*Required action*. In the records below, find the lines that include "above" and copy each.

*Records shown*.
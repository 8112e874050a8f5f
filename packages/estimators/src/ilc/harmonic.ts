/**
 * The ILC in Fourier space on a partition of the multipole range into smooth windows (one window =
 * the standard or constrained ILC over all scales; several = the scale-dependent ILC).
 *
 * For window j with values h_j(ℓ) (see windows.ts; Σ_j h_j = 1), the band covariance is
 *   R_j[a,b] = Σ_k d_k h_j(ℓ_k)² Re(S_a(k) S_b(k)*) r_a(k) r_b(k) / Σ_k d_k h_j(ℓ_k)²,
 * with S the spectra used for the covariance, d_k the real degrees of freedom of stored mode k
 * (hermitianWeight) and r_a(k) = B_eff(ℓ)/B_a(ℓ) the transfer that brings band a to the common
 * effective beam. The weights w_j follow from R_j and the constraints (weights.ts), and the output is
 *   Y(k) = Σ_j h_j(ℓ_k) Σ_a w_j[a] r_a(k) T_a(k),
 * which has unit response to the target at every ℓ because the windows sum linearly to one. The
 * ℓ = 0 mode (the maps' arbitrary offsets) is left out of the covariance and set to zero in the
 * output. Windows whose ILC bias fraction (m − k)/N_p exceeds the limit are merged with their
 * neighbour with fewer modes until all pass or one window is left (Delabrouille et al. 2009,
 * A&A 493, 835, on the ILC bias).
 */
import type { SpectrumLayout } from "@umbra/maps";
import { UmbraError } from "@umbra/core";
import { effectiveModeCount, ilcBiasFraction } from "./bias.js";
import { checkCovariance, combinedVariance, constrainedIlcWeights } from "./weights.js";
import { mergeAtBoundary, windowCount, windowsOnModes, type EllWindowSet } from "./windows.js";


/** Inputs of {@link harmonicIlc}. All per-band arrays are in the same band order. */
export interface HarmonicIlcInput {
  layout: SpectrumLayout;
  /** Multipole ℓ = 2π|k| of every stored mode (length layout.modeCount). */
  ellPerMode: Float64Array;
  /** Spectra (interleaved re, im) from which the covariance is estimated, e.g. of apodised maps. */
  covarianceSpectra: readonly Float64Array[];
  /** Spectra combined into the output; may be the same arrays as covarianceSpectra. */
  synthesisSpectra: readonly Float64Array[];
  /** Per band and mode, B_eff(ℓ)/B_band(ℓ); a non-finite value drops the mode from every band. */
  beamRatio: readonly Float64Array[];
  /** Constraint SEDs (length m each, map unit per unit of component); the first is the target (unit response), the rest get zero response. */
  constraints: readonly Float64Array[];
  /** Initial windows; merged as needed to respect maxBiasFraction. */
  windows: EllWindowSet;
  /** Largest acceptable ILC bias fraction per window (default 0.01). */
  maxBiasFraction?: number;
  /** Factor ≤ 1 on the mode count for apodisation (⟨w²⟩²/⟨w⁴⟩ of the window; 1 without). */
  modeFactor?: number;
  /** Band names, for reports and error messages. */
  bandNames?: readonly string[];
}

/** What the ILC did in one ell window. */
export interface IlcDomainReport {
  index: number;
  /** Multipole range where the window is non-zero (ellMax = Infinity for the last). */
  ellMin: number;
  ellMax: number;
  /** Effective number of independent real modes N_p in the covariance estimate. */
  independentModes: number;
  /** Predicted fraction of the target cancelled, (m − k)/N_p. */
  biasFraction: number;
  /** Weights per band, (target unit) per (map unit). */
  weights: number[];
  /** Condition number of the window's band covariance, and of its correlation matrix. */
  conditionNumber: number;
  correlationConditionNumber: number;
  /** wᵀ R w: mean output power per mode in the window (spectrum units²). */
  outputPowerPerMode: number;
}

/** Output of {@link harmonicIlc}. */
export interface HarmonicIlcResult {
  /** Output spectrum (interleaved re, im, same layout) of the combined map. */
  spectrum: Float64Array;
  /** Output spectrum combined from the covariance spectra (for the noise power), or the same array when they coincide. */
  covarianceOutputSpectrum: Float64Array;
  /** Windows actually used, after merging. */
  windows: EllWindowSet;
  /** Number of merges done to respect the bias limit. */
  merges: number;
  domains: IlcDomainReport[];
  /** True when every window's bias fraction is within the limit. */
  biasWithinLimit: boolean;
  maxBiasFraction: number;
}

function usableModes(input: Pick<HarmonicIlcInput, "layout" | "ellPerMode" | "beamRatio">): Uint8Array {
  const n = input.layout.modeCount;
  const ok = new Uint8Array(n);
  for (let k = 0; k < n; k++) {
    let good = (input.ellPerMode[k] as number) > 0 ? 1 : 0;
    for (const r of input.beamRatio) if (!Number.isFinite(r[k] as number)) good = 0;
    ok[k] = good;
  }
  return ok;
}

function modeCounts(input: HarmonicIlcInput, set: EllWindowSet, ok: Uint8Array): { hs: Float64Array[]; counts: number[] } {
  const hs = windowsOnModes(set, input.ellPerMode);
  const dof = input.layout.hermitianWeight;
  const counts: number[] = [];
  const u = new Float64Array(dof.length);
  for (const h of hs) {
    for (let k = 0; k < u.length; k++) u[k] = ok[k] ? (h[k] as number) ** 2 : 0;
    counts.push(effectiveModeCount(dof, u) * (input.modeFactor ?? 1));
  }
  return { hs, counts };
}

function windowCovariance(input: HarmonicIlcInput, h: Float64Array, ok: Uint8Array): Float64Array {
  const m = input.covarianceSpectra.length;
  const cov = new Float64Array(m * m);
  const dof = input.layout.hermitianWeight;
  const re = new Float64Array(m);
  const im = new Float64Array(m);
  let norm = 0;
  for (let k = 0; k < input.layout.modeCount; k++) {
    const hk = h[k] as number;
    if (hk === 0 || !ok[k]) continue;
    const u = (dof[k] as number) * hk * hk;
    norm += u;
    for (let a = 0; a < m; a++) {
      const s = input.covarianceSpectra[a] as Float64Array;
      const r = (input.beamRatio[a] as Float64Array)[k] as number;
      re[a] = (s[2 * k] as number) * r;
      im[a] = (s[2 * k + 1] as number) * r;
    }
    for (let a = 0; a < m; a++) {
      for (let b = a; b < m; b++) cov[a * m + b] = (cov[a * m + b] as number) + u * ((re[a] as number) * (re[b] as number) + (im[a] as number) * (im[b] as number));
    }
  }
  if (norm === 0) return cov.fill(NaN);
  for (let a = 0; a < m; a++) {
    for (let b = a; b < m; b++) {
      const v = (cov[a * m + b] as number) / norm;
      cov[a * m + b] = v;
      cov[b * m + a] = v;
    }
  }
  return cov;
}

function windowSupport(set: EllWindowSet, j: number): [number, number] {
  const n = set.boundariesEll.length;
  const lo = j === 0 ? 0 : (set.boundariesEll[j - 1] as number) - (set.transitionsEll[j - 1] as number) / 2;
  const hi = j === n ? Infinity : (set.boundariesEll[j] as number) + (set.transitionsEll[j] as number) / 2;
  return [lo, hi];
}

function combine(spectra: readonly Float64Array[], layout: SpectrumLayout, beamRatio: readonly Float64Array[], hs: Float64Array[], weights: readonly Float64Array[], ok: Uint8Array): Float64Array {
  const m = spectra.length;
  const out = new Float64Array(layout.spectrumLength);
  const wk = new Float64Array(m);
  for (let k = 0; k < layout.modeCount; k++) {
    if (!ok[k]) continue;
    wk.fill(0);
    for (let j = 0; j < hs.length; j++) {
      const hk = (hs[j] as Float64Array)[k] as number;
      if (hk === 0) continue;
      const w = weights[j] as Float64Array;
      for (let a = 0; a < m; a++) wk[a] = (wk[a] as number) + hk * (w[a] as number);
    }
    let re = 0;
    let im = 0;
    for (let a = 0; a < m; a++) {
      const c = (wk[a] as number) * ((beamRatio[a] as Float64Array)[k] as number);
      const s = spectra[a] as Float64Array;
      re += c * (s[2 * k] as number);
      im += c * (s[2 * k + 1] as number);
    }
    out[2 * k] = re;
    out[2 * k + 1] = im;
  }
  return out;
}

/**
 * Apply given per-window weights to other spectra (e.g. noise-only simulations or one component
 * alone): Y(k) = Σ_j h_j(ℓ_k) Σ_a w_j[a] r_a(k) T_a(k), with the ℓ = 0 mode and modes with a
 * non-finite beam ratio set to zero, exactly as {@link harmonicIlc} combines its own data.
 */
export function combineWithWeights(
  spectra: readonly Float64Array[],
  layout: SpectrumLayout,
  ellPerMode: Float64Array,
  beamRatio: readonly Float64Array[],
  windows: EllWindowSet,
  weights: readonly Float64Array[],
): Float64Array {
  if (weights.length !== windowCount(windows)) throw new UmbraError("INTERNAL", `${weights.length} weight vectors for ${windowCount(windows)} windows`);
  const ok = usableModes({ layout, ellPerMode, beamRatio });
  return combine(spectra, layout, beamRatio, windowsOnModes(windows, ellPerMode), weights, ok);
}

/**
 * Run the (scale-dependent, constrained) ILC in Fourier space; see the module doc for the formulas.
 * @throws UmbraError BAD_DATA when a window's covariance is not positive definite or the constraints are degenerate.
 */
export function harmonicIlc(input: HarmonicIlcInput): HarmonicIlcResult {
  const m = input.covarianceSpectra.length;
  if (m === 0 || input.synthesisSpectra.length !== m || input.beamRatio.length !== m) {
    throw new UmbraError("INTERNAL", "harmonicIlc: band arrays disagree in length");
  }
  const maxBias = input.maxBiasFraction ?? 0.01;
  const k = input.constraints.length;
  const ok = usableModes(input);
  let set = input.windows;
  let merges = 0;
  let { hs, counts } = modeCounts(input, set, ok);
  for (;;) {
    const fractions = counts.map((c) => ilcBiasFraction(m, k, c));
    let worst = 0;
    for (let j = 1; j < fractions.length; j++) if ((fractions[j] as number) > (fractions[worst] as number)) worst = j;
    if ((fractions[worst] as number) <= maxBias || windowCount(set) === 1) break;
    // merge with the neighbour holding fewer modes
    const below = worst > 0 ? (counts[worst - 1] as number) : Infinity;
    const above = worst < counts.length - 1 ? (counts[worst + 1] as number) : Infinity;
    set = mergeAtBoundary(set, below <= above ? worst - 1 : worst);
    merges++;
    ({ hs, counts } = modeCounts(input, set, ok));
  }
  const weights: Float64Array[] = [];
  const domains: IlcDomainReport[] = [];
  for (let j = 0; j < hs.length; j++) {
    const cov = windowCovariance(input, hs[j] as Float64Array, ok);
    const label = `ell window ${j}`;
    const check = checkCovariance(cov);
    const w = constrainedIlcWeights(cov, input.constraints, label);
    weights.push(w);
    const [ellMin, ellMax] = windowSupport(set, j);
    const np = counts[j] as number;
    domains.push({
      index: j,
      ellMin,
      ellMax,
      independentModes: np,
      biasFraction: ilcBiasFraction(m, k, np),
      weights: Array.from(w),
      conditionNumber: check.conditionNumber,
      correlationConditionNumber: check.correlationConditionNumber,
      outputPowerPerMode: combinedVariance(cov, w),
    });
  }
  const spectrum = combine(input.synthesisSpectra, input.layout, input.beamRatio, hs, weights, ok);
  const covarianceOutputSpectrum =
    input.synthesisSpectra === input.covarianceSpectra ? spectrum : combine(input.covarianceSpectra, input.layout, input.beamRatio, hs, weights, ok);
  return {
    spectrum,
    covarianceOutputSpectrum,
    windows: set,
    merges,
    domains,
    biasWithinLimit: domains.every((d) => d.biasFraction <= maxBias),
    maxBiasFraction: maxBias,
  };
}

*Answer space*.
    const above = worst < counts.length - 1 ? (counts[worst + 1] as number) : Infinity;
    set = mergeAtBoundary(set, below <= above ? worst - 1 : worst);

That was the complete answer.